A full house, Pennies in the pool

We had a full house the other day. Fortunately for Mama I was off. There were seven kids in the house to be watched plus our son and a friend he had over. It was busy. I think the hardest part was coordinating nap times, so I ended staying with baby Victoria while Mama and the others went to the pool. It worked for me. I don’t need that much pool time. Besides I needed to catch up on my reading and other studies.
After naptime and before the earlier pickups, we had a second time at the pool. This time I got to go. Since we take plenty of toys, tubes and dive rings to the pool there is always something for everyone to play with.
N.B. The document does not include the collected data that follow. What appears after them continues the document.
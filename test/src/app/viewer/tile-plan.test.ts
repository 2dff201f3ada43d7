import { expect } from 'chai';
import type { Viewport } from '../../../../shared/viewer/viewport';
import { parentTile, planTiles, tileKey, tileRect } from '../../../../src/app/viewer/tile-plan';

// Deep Zoom (DZI) layout, from memory: levels 0 … ceil(log2(max side)); the top level is full size,
// each level below halves it; 256 px tiles without overlap here. A 2048 × 1536 image has top level 11.
const image = { width: 2048, height: 1536 };
const view = (over: Partial<Viewport> = {}): Viewport => ({ scale: 1, x: 0, y: 0, width: 512, height: 512, ...over });

describe('client: tile plan, where a tile sits', () => {
  it('names a tile by level, column and row', () => {
    expect(tileKey({ level: 11, col: 7, row: 5 })).to.equal('11/7_5');
  });

  it('places a full-resolution tile at 256 px steps', () => {
    // Hand-computed: column 7 starts at 7 × 256 = 1792, row 5 at 1280.
    expect(tileRect(image, { level: 11, col: 7, row: 5 })).to.deep.equal({ x: 1792, y: 1280, width: 256, height: 256 });
  });

  it('lets a tile one level down cover twice the image pixels each way', () => {
    // Hand-computed: at level 10 a tile spans 512 image px; column 3 starts at 1536, row 2 at 1024.
    expect(tileRect(image, { level: 10, col: 3, row: 2 })).to.deep.equal({ x: 1536, y: 1024, width: 512, height: 512 });
  });

  it('clips the last tiles at the right and bottom edges of the image', () => {
    // Hand-computed: 2000 × 1500 still has top level 11; 2000 − 1792 = 208, 1500 − 1280 = 220.
    expect(tileRect({ width: 2000, height: 1500 }, { level: 11, col: 7, row: 5 })).to.deep.equal({ x: 1792, y: 1280, width: 208, height: 220 });
  });

  it('finds the coarser tile that contains a tile, and none above level 0', () => {
    expect(parentTile({ level: 11, col: 7, row: 5 })).to.deep.equal({ level: 10, col: 3, row: 2 });
    expect(parentTile({ level: 1, col: 1, row: 0 })).to.deep.equal({ level: 0, col: 0, row: 0 });
    expect(parentTile({ level: 0, col: 0, row: 0 })).to.equal(null);
  });
});

describe('client: tile plan, what to draw and fetch', () => {
  it('draws full-resolution tiles at one image pixel per screen pixel and fetches nothing when all are loaded', () => {
    const plan = planTiles(view(), image, () => true);

    expect(plan.level).to.equal(11);
    expect(plan.fetch).to.deep.equal([]);
    expect(plan.draw.map(tileKey)).to.include.members(['11/0_0', '11/1_0', '11/0_1', '11/1_1']);
    expect(plan.draw.every((t) => t.level === 11)).to.equal(true);
  });

  it('picks the level a step down at half scale, and back up on a screen with two device pixels per pixel', () => {
    expect(planTiles(view({ scale: 0.5 }), image, () => true).level).to.equal(10);
    expect(planTiles(view({ scale: 0.5 }), image, () => true, 2).level).to.equal(11);
  });

  it('fetches the tile at the centre of the view first', () => {
    // Hand-computed: a 512 px view from (384, 384) has its centre at (640, 640), inside tile 2_2.
    const plan = planTiles(view({ x: 384, y: 384 }), image, () => false);

    expect(tileKey(plan.fetch[0]!)).to.equal('11/2_2');
    expect(plan.fetch.length).to.be.greaterThan(1);
  });

  it('shows a loaded coarser tile once in place of the missing tiles it covers, before the loaded fine ones', () => {
    // Tiles 11/0_0 … 11/1_1 all lie inside 10/0_0; 11/0_0 itself is loaded.
    const loaded = new Set(['10/0_0', '11/0_0']);
    const plan = planTiles(view({ width: 500, height: 500 }), image, (k) => loaded.has(k));

    expect(plan.draw.map(tileKey)).to.deep.equal(['10/0_0', '11/0_0']);
    expect(plan.fetch.map(tileKey)).to.not.include('11/0_0');
    expect(plan.fetch.map(tileKey)).to.include.members(['11/1_0', '11/0_1', '11/1_1']);
  });

  it('borrows the nearest loaded ancestor, not a coarser one', () => {
    const loaded = new Set(['9/0_0', '10/0_0']);
    const plan = planTiles(view({ width: 200, height: 200 }), image, (k) => loaded.has(k));

    expect(plan.draw.map(tileKey)).to.deep.equal(['10/0_0']);
  });

  it('does not stretch the one-pixel top of the pyramid over a full-resolution view', () => {
    const plan = planTiles(view({ width: 200, height: 200 }), image, (k) => k === '0/0_0');

    expect(plan.draw).to.deep.equal([]);
  });
});
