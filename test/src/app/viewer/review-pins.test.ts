import { expect } from 'chai';
import type { CommentThread } from '../../../../shared/reviews';
import { anchorFromDraft, pinFrame, pinsFromThreads, pinUnder } from '../../../../src/app/viewer/review-pins';
import { ShapeDraft } from '../../../../src/app/viewer/shape-draft';

const person = { id: 'u1', name: 'Ines Varga' };

function thread(id: string, createdAt: string, anchor: CommentThread['anchor'], status: 'open' | 'resolved' = 'open'): CommentThread {
  return {
    id,
    projectId: 'p',
    imageId: 'i',
    figureId: null,
    anchor,
    anchorPresent: true,
    status,
    createdBy: person,
    createdAt,
    resolvedBy: null,
    resolvedAt: null,
    comments: [],
  } as CommentThread;
}

describe('client: comment pins on the viewer', () => {
  const threads = [
    thread('b', '2026-03-02T10:00:00Z', { kind: 'region', ring: [[300, 220], [400, 200], [420, 300], [310, 310]] }, 'resolved'),
    thread('a', '2026-03-01T10:00:00Z', { kind: 'point', at: [100, 80] }),
    thread('c', '2026-03-03T10:00:00Z', { kind: 'measurement', measurementId: '00000000-0000-4000-8000-000000000001' }),
  ];

  it('numbers point and region threads oldest first and leaves measurement threads to their measurement', () => {
    const pins = pinsFromThreads(threads);

    expect(pins.map((p) => [p.threadId, p.number, p.open])).to.deep.equal([
      ['a', 1, true],
      ['b', 2, false],
    ]);
  });

  it("puts a region's marker on its topmost vertex, where it covers least of the region", () => {
    const [, region] = pinsFromThreads(threads);

    expect(region!.at).to.deep.equal([400, 200]);
    expect(region!.ring).to.have.length(4);
  });

  it('finds the pin under the pointer within the marker radius in screen pixels at any zoom', () => {
    const pins = pinsFromThreads(threads);

    // Marker radius 10 screen px: at 1:1 a point 9 px away hits, 12 px away misses.
    expect(pinUnder(pins, [109, 80], 1)).to.equal('a');
    expect(pinUnder(pins, [112, 80], 1)).to.equal(null);
    // Zoomed out to 1:4 (4 image px per screen px) the same 12 image px are 3 screen px: a hit.
    expect(pinUnder(pins, [112, 80], 4)).to.equal('a');
  });

  it('finds a region by its inside, the smallest of nested regions first', () => {
    const nested = pinsFromThreads([
      thread('big', '2026-03-01T00:00:00Z', { kind: 'region', ring: [[0, 0], [1000, 0], [1000, 1000], [0, 1000]] }),
      thread('small', '2026-03-02T00:00:00Z', { kind: 'region', ring: [[400, 400], [600, 400], [600, 600], [400, 600]] }),
    ]);

    expect(pinUnder(nested, [500, 500], 1)).to.equal('small');
    expect(pinUnder(nested, [800, 800], 1)).to.equal('big');
    expect(pinUnder(nested, [1500, 800], 1)).to.equal(null);
  });

  it('frames a region by its bounds and a point by a box of a tenth of the shorter image side', () => {
    const [point, region] = pinsFromThreads(threads);

    expect(pinFrame(region!, { width: 2000, height: 1000 })).to.deep.equal({ minX: 300, minY: 200, maxX: 420, maxY: 310 });
    // Hand-computed: 1000 / 20 = 50 px either side of (100, 80).
    expect(pinFrame(point!, { width: 2000, height: 1000 })).to.deep.equal({ minX: 50, minY: 30, maxX: 150, maxY: 130 });
  });

  it('turns a click into a point anchor and a dragged box into a region anchor, rounded to tenths of a pixel', () => {
    expect(anchorFromDraft([[12.345, 67.891]])).to.deep.equal({ kind: 'point', at: [12.3, 67.9] });
    expect(anchorFromDraft([[0, 0], [10, 0], [10, 5], [0, 5]])).to.deep.equal({ kind: 'region', ring: [[0, 0], [10, 0], [10, 5], [0, 5]] });
  });

  it('gives the pin tool a point for a click and a box for a drag', () => {
    const click = new ShapeDraft('pin');
    click.press([50, 60]);
    expect(click.release([51, 60], false, 1)).to.deep.equal({ tool: 'pin', points: [[50, 60]] });

    const drag = new ShapeDraft('pin');
    drag.press([50, 60]);
    drag.drag([150, 20], 1);
    expect(drag.release([150, 20], true, 1)).to.deep.equal({ tool: 'pin', points: [[50, 20], [150, 20], [150, 60], [50, 60]] });
  });
});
But like we see every Christmas, the containers the toys come in are the most entertaining of the items for play. A good portion of our toys are carried in a bucket and that became the item of focus for the youngest member of our crew, an almost two-year-old, with his swim trunks tightly fitted over his special swim diaper. Of course to play with the bucket, all the contents had to be dumped into the kiddy pool from where there were scavenged by other participants and strewn around the pool.
He was having a ball transporting water from one section of the pool to another across a set of dividers that provide a walkway between the deeper part of the pool and the very shallow part where we were trying to contain him. His older brother was wearing a swim vest and kept running from the shallow part to the deeper part, but on one return trip to the shallows he screamed, “Mama Kim, poop in the pool!”
My wife jumped from where she was and hurried to see what he was seeing, already nauseated at the idea of the cleanup that would be needed. She almost fell over laughing as soon as she got there. “Papa Tim, you have to come see this!” It turned out that part of the contents of the bucket was a collection of pennies that we use for Jake and others to dive after when we toss them in the pool. These pennies just happened to fall in a shape in the shallow water that looked to the three-year-old like poop.
As we laughed and picked them up, he cringed at the process still not believing we knew what we were doing.
Life is rough for Chase. After returning from a month in Costa Rica, he and his friend set up the X-box in the theater room at the apartment complex. Playing Halo on an eight foot screen – now that’s tough.